Skanska and its sub-contractors will continue working at their steady pace casting the tunnel’s base slab and erecting the walls and vaults section by section until the roughly 700 meters of main and auxiliary tunnels are complete. The total length of the main Accelerator tunnel will be 536.5 meters. As of the first week of March, 315 meters of excavation and blinding have been completed (sections E04 to E18); 214 meters of base slab has been cast (from sections E04 to E13); 39.2 meters of walls are set (at E10 and E09) and 19.6 meters of the vault has been cast (over section E10).
The first Accelerator installations will be the cryonic equipment, and by mid-2017 ESS expects to be assembling the Accelerator components within the enclosed tunnel.
March brings further excitement to the site as the Target area is undergoing excavation and Building Works have officially begun.
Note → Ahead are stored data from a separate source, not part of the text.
"""The cache of prices, rates and sessions: history.sqlite. Deletable at any time; rebuilt from the archive.

One checked float64 blob a file, so that a file is kept in one write and a window read without parsing; opening, highest
and lowest prices in a blob of their own, which is read only when they are asked for. Lists of names are kept once, for
those of one day and the next are mostly the same.
"""

from __future__ import annotations

import sqlite3
import zlib
from collections.abc import Callable, Sequence
from dataclasses import replace
from datetime import date
from pathlib import Path
from typing import Any

import numpy as np

from monitor.facts import UsedFile
from monitor.feed import calendars
from monitor.feed.calendars import Sessions
from monitor.feed.kinds import RANGE_FIELDS, Panel, Parsed, Vocabulary, parse
from monitor.words import DuskcheckError, FileKind
from monitor.world import Floats, Integers

FORMAT = 3
TABLES = """
CREATE TABLE names (id INTEGER PRIMARY KEY, joined TEXT UNIQUE NOT NULL) STRICT;
CREATE TABLE panel (
    sha256 TEXT, day TEXT, names INTEGER, days BLOB, closes BLOB, sum INTEGER, ranges BLOB, ranges_sum INTEGER,
    PRIMARY KEY (sha256, day)) STRICT;
CREATE TABLE sessions (
    calendar TEXT, version TEXT, ends TEXT, days BLOB, sum INTEGER, PRIMARY KEY (calendar, version)) STRICT;
CREATE TABLE seen (name TEXT PRIMARY KEY, size INTEGER, changed INTEGER, sha256 TEXT) STRICT, WITHOUT ROWID;
"""
# What SQLite says of a file that is broken or not ours; other errors are of the disk or of another process.
BROKEN = (sqlite3.SQLITE_CORRUPT, sqlite3.SQLITE_NOTADB, sqlite3.SQLITE_ERROR)


class History:
    """Reads blobs by hash through `read` when the cache does not hold them. A broken cache is begun anew.

    What a file says depends on its bytes and on the date in its name: two days may have the same prices.
    """

    def __init__(self, path: Path, read: Callable[[str], bytes]) -> None:
        self._path = path
        self._read = read
        self._db: sqlite3.Connection | None = None
        self._panels: dict[tuple[str, date | None], Panel] = {}
        self._ranges: dict[tuple[str, date | None], Floats | None] = {}
        self._lists: dict[str, tuple[str, ...]] = {}
        self._parsed: dict[tuple[FileKind, str, date | None], Parsed] = {}
        self._sessions: dict[str, Sessions] = {}
        self._fetched: set[str] = set()

    def close(self) -> None:
        if self._db is not None:
            self._db.close()
            self._db = None

    def sessions(self, calendar: str, until: date) -> Sessions:
        """The sessions of a calendar as exchange_calendars has them. Raises WrongUse for unknown codes.

        The package is asked again when what is kept ends before `until`: it knows more as time goes on.
        """
        if calendar not in self._sessions:
            self._sessions[calendar] = self._kept_sessions(calendar) or self._fetch_sessions(calendar)
        if self._sessions[calendar].end < until and calendar not in self._fetched:
            self._sessions[calendar] = self._fetch_sessions(calendar)
        return self._sessions[calendar]

    def knows_calendar(self, calendar: str) -> bool:
        """Whether there are sessions of a calendar. Does not raise for unknown codes."""
        return calendar in self._sessions or self._kept_sessions(calendar) is not None or calendars.in_library(calendar)

    def _kept_sessions(self, calendar: str) -> Sessions | None:
        for ends, days, total in self._rows(
            "SELECT ends, days, sum FROM sessions WHERE calendar = ? AND version = ?",
            (calendar, calendars.library_version()),
        ):
            if _sum(calendar, ends, days) == total:
                return Sessions(calendar, np.frombuffer(days, dtype="<M8[D]"), date.fromisoformat(ends))
        return None

    def _fetch_sessions(self, calendar: str) -> Sessions:
        found = calendars.from_library(calendar)
        self._fetched.add(calendar)
        ends, days = found.end.isoformat(), found.days.astype("<M8[D]").tobytes()
        self._rows(
            "INSERT OR REPLACE INTO sessions VALUES (?, ?, ?, ?, ?)",
            (calendar, calendars.library_version(), ends, days, _sum(calendar, ends, days)),
        )
        return found

    def seen(self) -> dict[tuple[str, int, int], str]:
        """The hashes of the files in the drop that were hashed before, by name, size and time of change."""
        rows = self._rows("SELECT name, size, changed, sha256 FROM seen")
        return {(name, size, changed): sha256 for name, size, changed, sha256 in rows}

    def remember_seen(self, name: str, size: int, changed: int, sha256: str) -> None:
        self._rows("INSERT OR REPLACE INTO seen VALUES (?, ?, ?, ?)", (name, size, changed, sha256))

    def parsed(self, file: UsedFile) -> Parsed:
        """An accepted file that is not a panel, parsed."""
        key = (file.file, file.sha256, file.day)
        if key not in self._parsed:
            self._parsed[key] = self._parse(file)
        return self._parsed[key]

    def _parse(self, file: UsedFile) -> Parsed:
        return parse(file.file, file.file.value, self._read(file.sha256), file.day, Vocabulary())

    def keep(self, sha256: str, day: date | None, panel: Panel) -> None:
        """Store the panel of a file just accepted. day: the date in its name."""
        on = str(day or "")
        joined = "\n".join(panel.names)
        days = np.array(panel.days, dtype="<i8").tobytes()
        closes = panel.values.astype("<f8").tobytes()
        ranges = None if panel.ranges is None else panel.ranges.astype("<f8").tobytes()
        total = _sum(sha256, on, joined, days, closes)
        self._rows("INSERT OR IGNORE INTO names (joined) VALUES (?)", (joined,))
        self._rows(
            "INSERT OR REPLACE INTO panel SELECT ?, ?, id, ?, ?, ?, ?, ? FROM names WHERE joined = ?",
            (sha256, on, days, closes, total, ranges, _sum(str(total), ranges or b""), joined),
        )

    def panel(self, file: UsedFile) -> Panel:
        """The values of an accepted file of prices or rates, without ranges."""
        key = (file.sha256, file.day)
        if key not in self._panels:
            stored = self._stored_panel(file.sha256, str(file.day or ""))
            self._panels[key] = stored or replace(self._parse_panel(file), ranges=None)
        return self._panels[key]

    def _stored_panel(self, sha256: str, on: str) -> Panel | None:
        for joined, days, closes, total in self._rows(
            "SELECT joined, days, closes, sum FROM panel JOIN names ON names.id = panel.names"
            " WHERE sha256 = ? AND day = ?",
            (sha256, on),
        ):
            if _sum(sha256, on, joined, days, closes) == total:
                return self._unpacked(joined, np.frombuffer(days, dtype="<i8"), np.frombuffer(closes, dtype="<f8"))
        return None

    def _unpacked(self, joined: str, days: Integers, closes: Floats) -> Panel:
        if joined not in self._lists:
            self._lists[joined] = tuple(joined.split("\n")) if joined else ()
        names = self._lists[joined]
        return Panel(tuple(days.tolist()), names, closes.reshape(len(days), len(names)))

    def _parse_panel(self, file: UsedFile) -> Panel:
        content = self._parse(file).content
        if not isinstance(content, Panel):
            raise TypeError(f"{file.file} is not a file of prices or rates")
        self.keep(file.sha256, file.day, content)
        return content

    def _ranges_of(self, file: UsedFile) -> Floats | None:
        """(3, days, names) beside the panel of a file; None when it has none."""
        key = (file.sha256, file.day)
        if key not in self._ranges:
            self._ranges[key] = self._read_ranges(file, str(file.day or ""), self.panel(file))
        return self._ranges[key]

    def _read_ranges(self, file: UsedFile, on: str, panel: Panel) -> Floats | None:
        for beside, ranges, total in self._rows(
            "SELECT sum, ranges, ranges_sum FROM panel WHERE sha256 = ? AND day = ?", (file.sha256, on)
        ):
            if _sum(str(beside), ranges or b"") == total:
                shape = (len(RANGE_FIELDS), *panel.values.shape)
                return np.frombuffer(ranges, dtype="<f8").reshape(shape) if ranges else None
        return self._parse_panel(file).ranges

    def matrix(self, files: Sequence[UsedFile], first: date, last: date) -> tuple[Integers, tuple[str, ...], Floats]:
        """All values from one day to another, later files outranking earlier ones name by name.

        Returns the days as ordinals (days,), the names, and the values (days, names), NaN where there is none.
        """
        low, high = first.toordinal(), last.toordinal()
        panels = [self.panel(file) for file in files]
        names = tuple(sorted({name for kept in {panel.names for panel in panels} for name in kept}))
        place = {name: at for at, name in enumerate(names)}
        days = np.array(sorted({day for panel in panels for day in panel.days if low <= day <= high}), dtype=np.int64)
        values = np.full((len(days), len(names)), np.nan)
        columns: dict[tuple[str, ...], Integers] = {}
        for panel in panels:
            if panel.names not in columns:
                columns[panel.names] = np.array([place[name] for name in panel.names], dtype=np.int64)
            own = np.array(panel.days, dtype=np.int64)
            inside = (own >= low) & (own <= high)
            rows = np.searchsorted(days, own[inside])
            block = panel.values[inside]
            target = np.ix_(rows, columns[panel.names])
            values[target] = np.where(np.isnan(block), values[target], block)
        return days, names, values

    def ranges(self, files: Sequence[UsedFile], days: Integers, names: Sequence[str]) -> Floats:
        """The prices of RANGE_FIELDS beside the closes of `matrix`: (3, days, names), NaN where there is none.

        They come from the very file whose close counts: a later file that gives a close alone leaves none of them.
        """
        place = {name: at for at, name in enumerate(names)}
        found = np.full((len(RANGE_FIELDS), len(days), len(names)), np.nan)
        chosen: dict[tuple[str, ...], tuple[Integers, Integers]] = {}
        for file in files:
            panel, ranges = self.panel(file), self._ranges_of(file)
            if panel.names not in chosen:
                source = np.array([at for at, name in enumerate(panel.names) if name in place], dtype=np.int64)
                chosen[panel.names] = source, np.array([place[panel.names[at]] for at in source], dtype=np.int64)
            source, columns = chosen[panel.names]
            own = np.array(panel.days, dtype=np.int64)
            inside = np.flatnonzero(np.isin(own, days))
            picked, target = np.ix_(inside, source), np.ix_(np.searchsorted(days, own[inside]), columns)
            closed = ~np.isnan(panel.values[picked])
            for at, field in enumerate(found):
                block = np.nan if ranges is None else ranges[at][picked]
                field[target] = np.where(closed, block, field[target])
        return found

    def _rows(self, statement: str, values: Sequence[object] = ()) -> list[tuple[Any, ...]]:
        """Run one statement; its rows. Raises DuskcheckError when the disk or another process is in the way."""
        try:
            try:
                return self._run(statement, values)
            except sqlite3.Error as error:
                if getattr(error, "sqlite_errorcode", sqlite3.SQLITE_CORRUPT) & 0xFF not in BROKEN:
                    raise
                self.close()
                self._path.unlink(missing_ok=True)
                return self._run(statement, values)
        except sqlite3.Error as error:
            raise DuskcheckError(
                f"{self._path} cannot be used: {error}. It is a cache: check the disk's free space and "
                "permissions, or delete it, and run the command again"
            ) from error

    def _run(self, statement: str, values: Sequence[object]) -> list[tuple[Any, ...]]:
        if self._db is None:
            self._db = _opened(self._path)
        return self._db.execute(statement, values).fetchall()


def _opened(path: Path) -> sqlite3.Connection:
    db = sqlite3.connect(path, isolation_level=None, timeout=30)
    try:
        db.executescript("PRAGMA journal_mode=MEMORY; PRAGMA synchronous=OFF;")
        (found,) = db.execute("PRAGMA user_version").fetchone()
        if found != FORMAT:
            tables = [name for (name,) in db.execute("SELECT name FROM sqlite_master WHERE type = 'table'")]
            for name in tables:
                db.execute(f'DROP TABLE "{name}"')
            db.executescript(TABLES + f"PRAGMA user_version={FORMAT};")
    except sqlite3.Error:
        db.close()
        raise
    return db


def _sum(*parts: str | bytes) -> int:
    total = 0
    for part in parts:
        total = zlib.crc32(part if isinstance(part, bytes) else part.encode(), total)
    return total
Plumbing, electrical, concrete, and road works are ongoing, along with a flurry of operational planning and procurement, in anticipation of the first ESS buildings.
The primary electrical substation (H05) and the distribution substation (H06), serving the Central Utility Building (CUB), will be the first major permanent buildings to go up on site. The large Gallery Building (G02) will follow close behind. The Gallery Building runs nearly the length of the Accelerator and includes the Cold Box and Test Facility areas.
The first Target installations are scheduled for late 2017.
April will bring the 2nd Annual ESS Project Review, an external assessment by a committee of over 30 experts with experience in nine technical and management areas. Held over four days, from April 21-24, the exercise will serve to measure how progress on the technical and managerial aspects of the project match up to the commendable pace of the civil construction. The two must be closely coordinated to avoid delays.
Two webcams have been mounted on the roof of the site offices, providing live views of the Accelerator and Target work areas. The cameras provide static images every 10 minutes.
The ESS building layout plan is posted on the construction site weekly updates page. Here, one can also find the construction layout drawings, weekly text and photo summaries of the site works, and high-resolution aerial photographs showing the dramatic evolution of the site from windswept farmland to the 65,000-square-meter buzzing hub of one of Europe’s largest active infrastructure projects—and the future of neutron science.